Reasoning Boundary (RB): The maximum problem difficulty level at which a model maintains a specific accuracy threshold (e.g., 90%).
CFRB: Completely Feasible Reasoning Boundary—the difficulty range where model accuracy is ≥ 90%, implying mastery without extensive aid.
PFRB: Partially Feasible Reasoning Boundary—the difficulty range where accuracy is between 10% and 90%, requiring consensus or clearer prompts.
CIRB: Completely Infeasible Reasoning Boundary—the difficulty range where accuracy is ≤ 10%, implying the task is beyond the model's current capacity.
Combination Law: A formula estimating a model's performance on a complex task as the weighted harmonic mean of its performance on sub-tasks (e.g., planning vs. calculation).

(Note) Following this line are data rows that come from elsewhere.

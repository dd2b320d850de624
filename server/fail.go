package server

import (
	"context"
	"crypto/rand"
	"errors"
	"fmt"
	"net/http"
	"strconv"
	"strings"

	"github.com/labstack/echo/v4"

	"tripwell/store"
)

// The codes on the wire: a closed list, append only. A client decides by code, never by text.
const (
	codeInvalid     = "invalid"
	codeNotSignedIn = "not_signed_in"
	codeForbidden   = "forbidden"
	codeNotFound    = "not_found"
	codeConflict    = "conflict"
	codeStale       = "stale"
	codeTooLarge    = "too_large"
	codeBusy        = "busy"
	codeUnavailable = "unavailable"
	codeInternal    = "internal"
)

// statuses is the one table from code to status.
var statuses = map[string]int{
	codeInvalid:     http.StatusBadRequest,
	codeNotSignedIn: http.StatusUnauthorized,
	codeForbidden:   http.StatusForbidden,
	codeNotFound:    http.StatusNotFound,
	codeConflict:    http.StatusConflict,
	codeStale:       http.StatusConflict,
	codeTooLarge:    http.StatusRequestEntityTooLarge,
	codeBusy:        http.StatusTooManyRequests,
	codeUnavailable: http.StatusServiceUnavailable,
	codeInternal:    http.StatusInternalServerError,
}

// retryAfterSeconds is what a busy or unavailable answer asks a client to wait.
const retryAfterSeconds = 2

// Wrong is an error as it stands on the wire: {"error": Wrong}.
type Wrong struct {
	Code  string `json:"code"`
	Field string `json:"field,omitempty"`
	Text  string `json:"text"`
	Ref   string `json:"ref,omitempty"` // finds the full text in the log
}

type wrongBody struct {
	Error Wrong `json:"error"`
}

func refuse(code, field, text string) error {
	return &store.Error{Code: code, Field: field, Text: text}
}

func tooLarge(limit int64) error {
	return refuse(codeTooLarge, "", fmt.Sprintf("This is more than the %d KiB taken at once. Send it in smaller parts.", limit>>10))
}

// refusedAs answers a refusal of the store with another code and text, and passes every other error on as it is.
func refusedAs(err error, code, text string) error {
	if isRefusal(err) {
		return refuse(code, "", text)
	}
	return err
}

// isRefusal tells a refusal a person can act on from a fault of ours.
func isRefusal(err error) bool {
	var refusal *store.Error
	return errors.As(err, &refusal)
}

// wrongOf sorts an error: what is told, and whether the cause is a fault to be logged.
func wrongOf(err error) (w Wrong, fault bool) {
	var refusal *store.Error
	if errors.As(err, &refusal) {
		if _, known := statuses[refusal.Code]; known && refusal.Code != codeInternal {
			return Wrong{Code: refusal.Code, Field: refusal.Field, Text: refusal.Text}, false
		}
	}
	var large *http.MaxBytesError
	if errors.As(err, &large) {
		return wrongOf(tooLarge(large.Limit))
	}
	var web *echo.HTTPError
	if errors.As(err, &web) && web.Code < http.StatusInternalServerError {
		switch web.Code {
		case http.StatusMethodNotAllowed, http.StatusNotFound:
			return Wrong{Code: codeNotFound, Text: "There is nothing at this address. Check it, or begin at the first page."}, false
		case http.StatusRequestEntityTooLarge:
			return Wrong{Code: codeTooLarge, Text: "This is more than is taken at once. Send it in smaller parts."}, false
		}
		return Wrong{Code: codeInvalid, Text: "This request cannot be read. Check it and send it again."}, false
	}
	ref := rand.Text()[:8]
	return Wrong{Code: codeInternal, Ref: ref, Text: "Something went wrong here. Reference " + ref + "."}, true
}

// told is what the caller is told of an error; a fault goes to the log with its reference.
func (s *Server) told(c echo.Context, err error) Wrong {
	w, fault := wrongOf(err)
	if fault {
		s.log.Error("fault", "ref", w.Ref, "method", c.Request().Method, "route", c.Path(), "err", err)
	}
	return w
}

// fail answers every error a handler returned.
func (s *Server) fail(err error, c echo.Context) {
	if c.Response().Committed {
		s.log.Error("fault after the answer began", "method", c.Request().Method, "route", c.Path(), "err", err)
		return
	}
	if errors.Is(err, context.Canceled) && c.Request().Context().Err() != nil {
		return // nobody is listening any more
	}
	w := s.told(c, err)
	c.Response().Header().Set("Cache-Control", "no-store")
	if w.Code == codeBusy || w.Code == codeUnavailable {
		c.Response().Header().Set("Retry-After", strconv.Itoa(retryAfterSeconds))
	}
	status := statuses[w.Code]
	if !wantsPage(c.Request()) {
		err = s.sendJSON(c, status, wrongBody{w})
	} else if w.Code == codeNotSignedIn {
		err = s.toSignIn(c)
	} else {
		err = s.page(c, status, "error.html", errorPage{Frame: s.frame(c, s.words.Say("access.error_"+w.Code), ""), Text: w.Text})
	}
	if err != nil && !c.Response().Committed {
		s.log.Error("answer an error", "err", err)
		_ = c.String(http.StatusInternalServerError, "Something went wrong here.")
	}
}

// errorPage is what a person sees instead of a page.
type errorPage struct {
	Frame
	Text string
}

// wantsPage tells a browser opening a page from a program: browsers ask for text/html by name when they navigate.
func wantsPage(r *http.Request) bool {
	return !strings.HasPrefix(r.URL.Path, "/exchange/") && !strings.HasPrefix(r.URL.Path, "/own/") && strings.Contains(r.Header.Get("Accept"), "text/html")
}
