package server

import (
	"strconv"
	"strings"

	"tripwell/forms"
	"tripwell/store"
)

// strip is twelve months of a site: how many of the dates that counted in each were kept. The figures stand in its label
// for those who cannot see bars, and in a table behind its link.
type strip struct {
	Href, Label string
	Months      []string // classes: the height of the bar, and whether all, most or fewer were kept
}

// Shares of kept dates from which a month counts as kept, and as mostly kept. Common practice, no source.
const (
	allKept    = 98
	mostlyKept = 90
)

func (k ink) strip(href string, year []store.Month) strip {
	out := strip{Href: href, Months: make([]string, 0, len(year))}
	var label strings.Builder
	label.WriteString(k.say("year.strip"))
	for i, m := range year {
		if i > 0 {
			label.WriteByte(',')
		}
		label.WriteByte(' ')
		label.WriteString(k.month(m.Month))
		if percent, ok := m.Percent(); ok {
			label.WriteString(" " + strconv.Itoa(percent) + thin + "%")
		} else {
			label.WriteString(" " + dash)
		}
		out.Months = append(out.Months, barClass(m.Count))
	}
	out.Label = label.String()
	return out
}

// barClasses are made once: 2,000 sites have 24,000 bars.
var barClasses = func() (all [101]string) {
	for percent := range all {
		level := "few"
		switch {
		case percent >= allKept:
			level = "all"
		case percent >= mostlyKept:
			level = "most"
		}
		all[percent] = "b" + strconv.Itoa(percent/10) + " " + level
	}
	return all
}()

func barClass(c forms.Count) string {
	percent, ok := c.Percent()
	if !ok {
		return "b0 none"
	}
	return barClasses[percent]
}

// month writes a month: Jan 2026.
func (k ink) month(month int32) string {
	return k.list("office.day.mon", int(month%12)) + "\u00a0" + strconv.Itoa(int(month/12))
}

MARP: Minimum Acceptable Reasoning Path—a prompting strategy that simplifies the reasoning process to the minimum necessary steps to reduce error accumulation.
BigGSM: A new dataset constructed by the authors offering greater calculation complexity and longer reasoning chains than standard GSM8K.
Self-Consistency: A decoding strategy that samples multiple reasoning paths and selects the most consistent answer to improve accuracy.
PAL: Program-Aided Language models—a method using code generation to solve reasoning problems.